We are in the process of switching from AIB (LTV 50%>80%) to PTSB (LTV <50%) , availing of PTSB €1,000 legal fee contribution.

I Offered AIB the chance to reduce our rate to their LTV<50%, but they declined, only offered their fixed rates which we did not want! 

When we built our house our valuation (AIB approved valuer) gave us a LTV of 54% 3 years ago due to recession hit on house prices, so AIB jumped us from our original pre build valuation of LTV<50% (1 year previously) up to the LTV50%>80% rate, even though we were 4% over the LTV treshold during a house price hit recession. 

I will never bank with AIB again!!!! Robbers!!

KBC is not an option as I need access to a Branch for current a/c, and I do not live near one of their Hubs!


----------



## Subotai (27 Jan 2015)

Hi Marley,
I wouldn't let the fact that you do not live near a KBC hub stop you from switching to them. I don't live near one either. 
When i switched to them, i had to open one of their current accounts and mandate my salary into it to get the better mortgage rate. 
To get access to my wages, I simply do an electronic transfer on the day i get paid, and send my salary back to my old current account, which is with PTSB.


----------



## Brendan Burgess (4 Feb 2015)

Marley said:


> When we built our house our valuation (AIB approved valuer) gave us a LTV of 54% 3 years ago due to recession hit on house prices, so AIB jumped us from our original pre build valuation of LTV<50% (1 year previously) up to the LTV50%>80% rate, even though we were 4% over the LTV treshold during a house price hit recession.



Hi Marley

The pre-build valuation has nothing to do with it.  Presumably they use the valuation in force when you draw down the mortgage. 

So you will be saving around 0.36%. How big is your mortgage?    AIB has treated customers more fairly than other lenders in that they passed on cuts to the back book. I wouldn't be jumping to ptsb too quickly unless it's a huge mortgage. 

Brendan


----------



## pguyo (4 Mar 2015)

I have again been onto Dilosk about my 4.35% SVR. Our LTV is approx 60%. I told them KBC will take on the loan at 3.55-3.6% subject to valuation and sitch of my current account and they said they dont want to loose any business and sent me out a Mortagage Modificatiin Request Form.

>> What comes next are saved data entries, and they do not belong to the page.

// object scans an object at its '{'. With f non-nil it records the values
// of the known keys in f, using d to unescape keys.
func (s *scanner) object(f *fields, d *Decoder, depth int) {
	if depth > maxDepth {
		s.failShape(s.pos, "nested too deep")
		return
	}
	s.pos++ // '{'
	s.ws()
	if s.peek() == '}' {
		s.pos++
		return
	}
	for {
		s.ws()
		if s.peek() != '"' {
			s.fail("want a string key")
			return
		}
		kstart := s.pos
		kesc := s.str()
		kend := s.pos
		s.ws()
		if s.bad() {
			return
		}
		if s.peek() != ':' {
			s.fail("want ':' after a key")
			return
		}
		s.pos++
		if f == nil {
			s.value(depth)
		} else {
			key := s.data[kstart+1 : kend-1]
			mark := len(d.scratch)
			if kesc {
				d.scratch = unescape(d.scratch, key)
				key = d.scratch[mark:]
			}
			var dst *span
			col := -1
			switch string(key) {
			case "t":
				dst, col = &f.t, colT
			case "v":
				dst, col = &f.v, colV
			case "ref":
				dst, col = &f.ref, colRef
			case "unit":
				dst = &f.unit
			case "sensor":
				dst = &f.sensor
			}
			d.scratch = d.scratch[:mark]
			var v span
			if col >= 0 && depth == 1 {
				v = s.listing(depth, &d.cols[col])
			} else {
				v = s.value(depth)
			}
			if dst != nil {
				*dst = v
			}
		}
		if s.bad() {
			return
		}
		s.ws()
		switch s.peek() {
		case ',':
			s.pos++
		case '}':
			s.pos++
			return
		default:
			s.fail("want ',' or '}' after an object member")
			return
		}
	}
}

// listing scans one value like value and, when it is an array, lists
// its elements in col.
func (s *scanner) listing(depth int, col *column) span {
	s.ws()
	if s.peek() != '[' {
		return s.value(depth)
	}
	start := s.pos
	col.spans, col.decs = col.spans[:0], col.decs[:0]
	s.array(depth+1, col)
	return span{start, s.pos, '[', false}
}

// array scans an array at its '['; with col non-nil it lists every
// element in col.
func (s *scanner) array(depth int, col *column) {
	if depth > maxDepth {
		s.failShape(s.pos, "nested too deep")
		return
	}
	s.pos++ // '['
	s.ws()
	if s.peek() == ']' {
		s.pos++
		return
	}
	for {
		v := s.value(depth)
		if s.bad() {
			return
		}
		if col != nil {
			// s.dec is this element's only when the element is a number:
			// a nested array leaves its own last number there.
			d := s.dec
			if v.kind != '0' {
				d = decimal{}
			}
			col.spans = append(col.spans, v)
			col.decs = append(col.decs, d)
		}
		s.ws()
		switch s.peek() {
		case ',':
			s.pos++
		case ']':
			s.pos++
			return
		default:
			s.fail("want ',' or ']' after an array element")
			return
		}
	}
}
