package rolling

// pane holds the sufficient statistics of the readings of one pane.
//
// Time enters as u = (t − tmin)/w ∈ [0, 1), the position after the pane's
// earliest reading in units of the pane width, so the power sums stay of
// order one whatever the epoch, and readings bunched into a small part of
// a wide pane keep their digits: with u measured from the pane's centre,
// as before, a cluster at offset c and spread s from the centre lost
// about (c/s)² in Σu² once shifted onto the window's time. A reading
// earlier than tmin (out of order) re-anchors the sums exactly (shift).
// Values enter relative to y0, the pane's first value (and ln-values
// relative to l0, the log of its first positive value), so that a level
// of 10⁶ with noise of 10⁻³ does not cancel away in Σy². A window
// combines its panes by shifting these sums exactly to a common origin
// when it is solved.
//
// The last four words serve the serial correlation of the residuals (see
// Fit.R1): over consecutive readings of the pane in time order, with
// d = y_i − y_{i−1} and Δu = u_i − u_{i−1}, they keep Σd², Σd·Δu, ΣΔu²,
// and the value of the latest reading, so Solve can form the lag-1
// products of the residuals and bridge to the neighbouring panes. They
// need readings in time order: a reading earlier than the latest one of
// its pane marks the pane unordered (sdu2 = −1), and its pairs are then
// left out of the estimate. Readings at equal times count as in order.
//
// The layout is 20 words, 160 bytes. Readings with y ≤ 0 make a pane
// "mixed": the exp fit then needs the time moments of the positive readings
// alone, which live in the ring's side table so the common case stays small.
type pane struct {
	tmin, tmax int64 // first and last reading time, Unix ns; valid when n > 0
	n, npos    uint32
	y0, l0     float64
	su, su2    float64 // Σu, Σu²
	su3, su4   float64 // Σu³, Σu⁴
	sy, suy    float64 // Σỹ, Σuỹ with ỹ = y − y0
	su2y, syy  float64 // Σu²ỹ, Σỹ²
	sl, sul    float64 // Σl̃, Σul̃ with l̃ = ln y − l0, over y > 0
	sll        float64 // Σl̃²
	ylast      float64 // value of the reading at tmax (ordered panes)
	sdd, sddu  float64 // Σd², Σd·Δu over consecutive readings
	sdu2       float64 // ΣΔu²; −1: the pane's readings came out of order
}

// posMoments are Σu and Σu² over the positive readings of a mixed pane.
type posMoments struct{ su, su2 float64 }

func (p *pane) mixed() bool { return p.n != p.npos }

// ordered reports whether the pane's readings arrived in time order, so
// its lag sums hold.
func (p *pane) ordered() bool { return p.sdu2 >= 0 }

// add folds one reading into the pane. ly = ln y when pos (y > 0).
// side is the pane's slot in the ring's side table, non-nil only when the
// pane is mixed or about to become mixed. invW is 1/w.
func (p *pane) add(t int64, invW, y, ly float64, pos bool, side *posMoments) {
	if p.n == 0 {
		p.tmin, p.tmax, p.y0, p.ylast = t, t, y, y
	} else if t >= p.tmax {
		// In time order, the common case.
		if p.ordered() {
			d, du := y-p.ylast, float64(t-p.tmax)*invW
			p.sdd += d * d
			p.sddu += d * du
			p.sdu2 += du * du
			p.ylast = y
		}
		p.tmax = t
	} else {
		p.sdu2 = -1
		if t < p.tmin {
			p.shift(float64(p.tmin-t)*invW, side)
			p.tmin = t
		}
	}
	u := float64(t-p.tmin) * invW
	u2 := u * u
	if side != nil && pos {
		side.su += u
		side.su2 += u2
	}
	p.su += u
	p.su2 += u2
	p.su3 += u2 * u
	p.su4 += u2 * u2
	dy := y - p.y0
	p.sy += dy
	p.suy += u * dy
	p.su2y += u2 * dy
	p.syy += dy * dy
	if pos {
		if p.npos == 0 {
			p.l0 = ly
		}
		dl := ly - p.l0
		p.sl += dl
		p.sul += u * dl
		p.sll += dl * dl
		p.npos++
	}
	p.n++
}

// shift re-expresses the time sums for u' = u + δ, as when the anchor
// moves δ pane widths earlier (δ > 0: every term of the binomial
// expansions is then non-negative in the power sums, so nothing cancels).
// side, when not nil, holds the positive readings' moments of a mixed pane.
func (p *pane) shift(d float64, side *posMoments) {
	n := float64(p.n)
	su, su2, su3 := p.su, p.su2, p.su3
	p.su4 += d * (4*su3 + d*(6*su2+d*(4*su+d*n)))
	p.su3 += d * (3*su2 + d*(3*su+d*n))
	p.su2 += d * (2*su + d*n)
	p.su += d * n
	sy, suy := p.sy, p.suy
	p.su2y += d * (2*suy + d*sy)
	p.suy += d * sy
	p.sul += d * p.sl
	if side != nil {
		np := float64(p.npos)
		side.su2 += d * (2*side.su + d*np)
		side.su += d * np
	}
}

I only got approval over the phone from KBC. I have filled it out and putting it in the post today. Fingers crossed for a reduction or else I am off!


----------



## Dinarius (4 Mar 2015)

I received correspondence from AIB today.

Basically, if we want any of the LTV rates, we simply indicate which one - < 50% / 3.85% in our case - sign it, and return it.

They will then, presumably, let us know if they need a valuation or not.

D.


----------



## Brendan Burgess (4 Mar 2015)

Dinarius

What sort of rate are you on at present?  Are you currently on a Loan to Value Rate or a Standard Variable Rate? When did you take out your mortgage? 

Brendan


----------



## michaelm (4 Mar 2015)

I tried to switch from Danske/Pepper to PTSB recently.  I thought (correctly as it transpires) that they would reject the application, despite the fact that it would be well secured (circa. 35% LTV) and met the new Central Bank requirements, because the number of children I have would fall foul of the bank's own inflexible/non-scaling income rules.  The switch would have shaved 0.7% off my SVR saving me some money and would have been handy money for PTSB.


----------



## shweeney (4 Mar 2015)

PTSB gave me approval in principle, might see if I can get anything out of KBC - last time I asked they couldn't offer me enough to switch.  TBH, I'd be happy sticking with BOI if I can get them to drop their rate - switching is a hassle.


----------



## pguyo (11 Mar 2015)

Brendan Burgess said:


> pguyo
> 
> That is very encouraging.    Dilosk is the former ICS bit hived off from Bank of Ireland.
> 
> I presume it is your home as distinct from a buy to let?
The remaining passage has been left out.